What is being asked -
Only the lines from the top of the data through the one with "from msgspec import Struct" are to be written out, each exactly as it stands.

Saved entries
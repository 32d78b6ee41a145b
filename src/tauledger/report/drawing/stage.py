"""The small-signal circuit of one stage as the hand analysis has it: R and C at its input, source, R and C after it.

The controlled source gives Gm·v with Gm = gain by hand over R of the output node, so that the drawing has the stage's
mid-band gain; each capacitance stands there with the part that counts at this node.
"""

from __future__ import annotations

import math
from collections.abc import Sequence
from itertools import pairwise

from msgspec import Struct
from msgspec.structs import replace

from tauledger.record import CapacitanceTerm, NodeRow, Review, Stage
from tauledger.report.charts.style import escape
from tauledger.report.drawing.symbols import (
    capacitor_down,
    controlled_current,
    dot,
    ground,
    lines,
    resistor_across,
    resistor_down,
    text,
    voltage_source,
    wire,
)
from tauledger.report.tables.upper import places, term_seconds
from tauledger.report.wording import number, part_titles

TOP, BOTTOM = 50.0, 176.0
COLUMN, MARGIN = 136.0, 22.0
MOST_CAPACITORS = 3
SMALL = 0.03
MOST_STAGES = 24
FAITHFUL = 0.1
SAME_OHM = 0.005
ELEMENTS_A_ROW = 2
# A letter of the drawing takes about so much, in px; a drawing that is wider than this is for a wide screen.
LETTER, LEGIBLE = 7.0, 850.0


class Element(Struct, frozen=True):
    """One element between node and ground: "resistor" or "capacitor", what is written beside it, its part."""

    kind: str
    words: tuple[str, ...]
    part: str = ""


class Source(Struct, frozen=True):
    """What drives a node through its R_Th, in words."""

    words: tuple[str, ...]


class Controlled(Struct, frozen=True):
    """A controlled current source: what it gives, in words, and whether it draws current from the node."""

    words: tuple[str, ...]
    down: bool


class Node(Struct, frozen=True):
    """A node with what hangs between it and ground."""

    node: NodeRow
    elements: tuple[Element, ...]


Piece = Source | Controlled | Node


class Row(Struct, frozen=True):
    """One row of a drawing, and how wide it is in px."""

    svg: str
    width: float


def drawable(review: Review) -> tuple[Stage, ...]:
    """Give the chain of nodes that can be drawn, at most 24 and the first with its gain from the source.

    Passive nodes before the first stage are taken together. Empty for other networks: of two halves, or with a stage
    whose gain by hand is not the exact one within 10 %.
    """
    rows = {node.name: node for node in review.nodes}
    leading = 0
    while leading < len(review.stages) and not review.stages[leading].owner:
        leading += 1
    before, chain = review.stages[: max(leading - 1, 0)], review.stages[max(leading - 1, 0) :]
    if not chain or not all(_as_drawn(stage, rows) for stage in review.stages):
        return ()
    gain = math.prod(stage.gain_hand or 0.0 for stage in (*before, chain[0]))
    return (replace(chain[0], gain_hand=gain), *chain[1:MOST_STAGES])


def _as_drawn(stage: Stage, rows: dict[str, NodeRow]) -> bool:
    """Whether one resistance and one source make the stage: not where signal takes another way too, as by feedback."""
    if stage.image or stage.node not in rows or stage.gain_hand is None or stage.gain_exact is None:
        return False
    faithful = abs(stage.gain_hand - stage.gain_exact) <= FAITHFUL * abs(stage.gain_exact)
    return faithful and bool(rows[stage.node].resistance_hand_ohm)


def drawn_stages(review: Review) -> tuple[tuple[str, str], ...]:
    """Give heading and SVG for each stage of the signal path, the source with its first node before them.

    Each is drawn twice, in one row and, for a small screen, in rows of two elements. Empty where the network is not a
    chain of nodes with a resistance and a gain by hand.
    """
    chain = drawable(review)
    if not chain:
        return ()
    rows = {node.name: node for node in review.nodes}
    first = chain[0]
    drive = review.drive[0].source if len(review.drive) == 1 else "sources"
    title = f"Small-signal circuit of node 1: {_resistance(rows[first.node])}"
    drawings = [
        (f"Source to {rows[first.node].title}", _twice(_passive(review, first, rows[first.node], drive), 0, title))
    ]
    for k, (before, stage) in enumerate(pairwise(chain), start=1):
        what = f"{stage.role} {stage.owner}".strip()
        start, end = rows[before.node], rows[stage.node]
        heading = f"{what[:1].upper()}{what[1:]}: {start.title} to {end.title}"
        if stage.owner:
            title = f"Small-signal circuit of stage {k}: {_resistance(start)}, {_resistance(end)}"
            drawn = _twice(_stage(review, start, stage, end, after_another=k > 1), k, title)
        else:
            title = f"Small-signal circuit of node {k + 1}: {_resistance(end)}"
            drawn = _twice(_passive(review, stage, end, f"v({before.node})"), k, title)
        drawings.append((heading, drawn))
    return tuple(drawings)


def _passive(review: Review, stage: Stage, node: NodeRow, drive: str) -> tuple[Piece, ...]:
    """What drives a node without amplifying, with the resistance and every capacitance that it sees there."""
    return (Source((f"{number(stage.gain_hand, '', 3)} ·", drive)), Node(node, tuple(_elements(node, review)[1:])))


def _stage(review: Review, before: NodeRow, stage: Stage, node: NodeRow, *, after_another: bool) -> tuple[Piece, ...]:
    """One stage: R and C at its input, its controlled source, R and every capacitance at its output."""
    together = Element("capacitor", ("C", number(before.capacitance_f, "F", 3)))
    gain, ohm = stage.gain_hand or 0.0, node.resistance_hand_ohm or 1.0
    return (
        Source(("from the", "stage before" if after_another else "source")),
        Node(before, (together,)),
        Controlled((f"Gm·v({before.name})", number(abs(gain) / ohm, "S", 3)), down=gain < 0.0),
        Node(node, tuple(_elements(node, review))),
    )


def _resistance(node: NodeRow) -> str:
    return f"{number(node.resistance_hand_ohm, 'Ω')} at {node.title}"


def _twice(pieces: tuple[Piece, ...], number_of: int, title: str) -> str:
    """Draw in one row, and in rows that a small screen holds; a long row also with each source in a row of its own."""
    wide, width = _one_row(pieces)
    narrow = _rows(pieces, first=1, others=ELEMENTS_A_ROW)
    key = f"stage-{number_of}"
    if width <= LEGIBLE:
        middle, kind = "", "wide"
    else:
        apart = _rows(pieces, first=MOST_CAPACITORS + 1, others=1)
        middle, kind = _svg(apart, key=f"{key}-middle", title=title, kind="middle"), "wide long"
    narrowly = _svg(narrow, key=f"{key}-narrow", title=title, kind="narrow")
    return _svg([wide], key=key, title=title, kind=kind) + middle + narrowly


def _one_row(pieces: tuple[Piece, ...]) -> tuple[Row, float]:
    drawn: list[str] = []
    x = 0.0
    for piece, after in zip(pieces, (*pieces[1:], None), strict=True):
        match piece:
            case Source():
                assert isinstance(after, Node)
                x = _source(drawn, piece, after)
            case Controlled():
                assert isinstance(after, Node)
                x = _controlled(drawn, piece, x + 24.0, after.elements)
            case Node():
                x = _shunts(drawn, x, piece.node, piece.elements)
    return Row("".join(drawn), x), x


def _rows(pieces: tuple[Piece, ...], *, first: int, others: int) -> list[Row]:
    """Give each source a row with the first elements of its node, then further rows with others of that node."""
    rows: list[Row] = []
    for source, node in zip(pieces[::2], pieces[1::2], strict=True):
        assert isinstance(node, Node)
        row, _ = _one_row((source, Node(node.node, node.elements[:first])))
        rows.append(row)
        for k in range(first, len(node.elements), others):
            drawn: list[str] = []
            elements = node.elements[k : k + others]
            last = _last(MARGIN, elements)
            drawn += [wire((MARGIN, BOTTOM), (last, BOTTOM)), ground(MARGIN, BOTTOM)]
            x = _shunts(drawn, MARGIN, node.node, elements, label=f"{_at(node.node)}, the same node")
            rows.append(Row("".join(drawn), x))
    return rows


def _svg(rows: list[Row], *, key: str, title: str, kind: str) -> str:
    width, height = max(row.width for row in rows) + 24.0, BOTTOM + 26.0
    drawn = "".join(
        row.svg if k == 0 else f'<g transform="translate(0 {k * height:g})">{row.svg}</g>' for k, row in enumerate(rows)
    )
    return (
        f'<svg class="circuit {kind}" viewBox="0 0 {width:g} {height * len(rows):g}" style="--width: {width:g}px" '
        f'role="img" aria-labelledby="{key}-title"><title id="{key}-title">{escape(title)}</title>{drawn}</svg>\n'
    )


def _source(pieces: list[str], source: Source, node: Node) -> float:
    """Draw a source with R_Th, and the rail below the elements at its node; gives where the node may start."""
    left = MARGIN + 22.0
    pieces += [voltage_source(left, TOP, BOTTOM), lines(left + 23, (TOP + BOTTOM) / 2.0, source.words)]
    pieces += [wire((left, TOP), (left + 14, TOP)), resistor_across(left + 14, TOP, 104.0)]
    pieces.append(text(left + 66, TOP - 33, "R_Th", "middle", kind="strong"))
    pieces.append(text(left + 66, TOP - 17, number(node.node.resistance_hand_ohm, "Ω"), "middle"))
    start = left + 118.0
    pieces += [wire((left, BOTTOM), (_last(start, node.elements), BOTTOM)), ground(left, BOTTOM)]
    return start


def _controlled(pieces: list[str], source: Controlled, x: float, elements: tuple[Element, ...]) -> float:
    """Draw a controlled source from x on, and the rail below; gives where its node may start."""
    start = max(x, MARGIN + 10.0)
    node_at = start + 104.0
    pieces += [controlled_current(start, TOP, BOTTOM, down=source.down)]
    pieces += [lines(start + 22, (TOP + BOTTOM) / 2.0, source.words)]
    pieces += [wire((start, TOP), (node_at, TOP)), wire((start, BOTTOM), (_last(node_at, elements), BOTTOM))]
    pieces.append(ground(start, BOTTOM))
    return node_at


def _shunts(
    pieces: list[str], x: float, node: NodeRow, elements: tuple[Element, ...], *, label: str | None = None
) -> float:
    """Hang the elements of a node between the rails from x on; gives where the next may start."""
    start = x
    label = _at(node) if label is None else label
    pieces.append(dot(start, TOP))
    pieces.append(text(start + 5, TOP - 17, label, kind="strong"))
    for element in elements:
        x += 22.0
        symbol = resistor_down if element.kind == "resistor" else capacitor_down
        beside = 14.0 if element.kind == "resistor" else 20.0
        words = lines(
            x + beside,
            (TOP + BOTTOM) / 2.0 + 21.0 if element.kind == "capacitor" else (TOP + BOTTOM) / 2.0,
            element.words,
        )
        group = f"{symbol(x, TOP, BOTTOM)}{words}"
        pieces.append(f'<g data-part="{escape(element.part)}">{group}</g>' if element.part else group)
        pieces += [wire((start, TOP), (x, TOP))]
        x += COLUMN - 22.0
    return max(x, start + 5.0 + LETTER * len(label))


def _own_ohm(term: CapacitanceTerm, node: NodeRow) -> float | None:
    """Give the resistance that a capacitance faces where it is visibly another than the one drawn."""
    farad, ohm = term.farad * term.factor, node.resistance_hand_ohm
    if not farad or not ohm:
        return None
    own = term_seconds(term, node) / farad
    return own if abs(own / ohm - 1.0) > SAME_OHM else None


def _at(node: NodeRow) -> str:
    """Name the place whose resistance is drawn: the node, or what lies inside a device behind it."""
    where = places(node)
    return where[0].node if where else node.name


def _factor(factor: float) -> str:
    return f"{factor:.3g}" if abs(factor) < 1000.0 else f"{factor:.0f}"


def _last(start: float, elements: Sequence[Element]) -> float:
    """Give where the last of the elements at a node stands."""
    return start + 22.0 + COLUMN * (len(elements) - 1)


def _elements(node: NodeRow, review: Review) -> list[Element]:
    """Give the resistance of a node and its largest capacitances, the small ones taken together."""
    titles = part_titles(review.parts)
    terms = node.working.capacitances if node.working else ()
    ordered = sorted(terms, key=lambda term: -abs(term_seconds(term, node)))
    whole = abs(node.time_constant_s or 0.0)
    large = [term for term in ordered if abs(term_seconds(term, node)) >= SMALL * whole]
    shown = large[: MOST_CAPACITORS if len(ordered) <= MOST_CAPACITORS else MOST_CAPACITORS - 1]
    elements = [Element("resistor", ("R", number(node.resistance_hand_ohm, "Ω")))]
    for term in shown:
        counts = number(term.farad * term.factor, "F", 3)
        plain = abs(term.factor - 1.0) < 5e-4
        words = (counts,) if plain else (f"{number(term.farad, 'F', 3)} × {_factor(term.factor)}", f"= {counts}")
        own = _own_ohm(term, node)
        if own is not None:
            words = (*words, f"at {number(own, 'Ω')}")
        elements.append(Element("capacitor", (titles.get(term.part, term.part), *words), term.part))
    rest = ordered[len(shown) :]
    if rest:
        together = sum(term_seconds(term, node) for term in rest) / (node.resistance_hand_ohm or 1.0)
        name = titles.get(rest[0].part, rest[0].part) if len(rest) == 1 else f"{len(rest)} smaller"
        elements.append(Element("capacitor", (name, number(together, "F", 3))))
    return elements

Exercise result -
repository 32d78b6ee41a145b
filename src/tauledger/report/drawing/stage.py
"""The small-signal circuit of one stage as the hand analysis has it: R and C at its input, source, R and C after it.

The controlled source gives Gm·v with Gm = gain by hand over R of the output node, so that the drawing has the stage's
mid-band gain; each capacitance stands there with the part that counts at this node.
"""

from __future__ import annotations

import math
from collections.abc import Sequence
from itertools import pairwise

from msgspec import Struct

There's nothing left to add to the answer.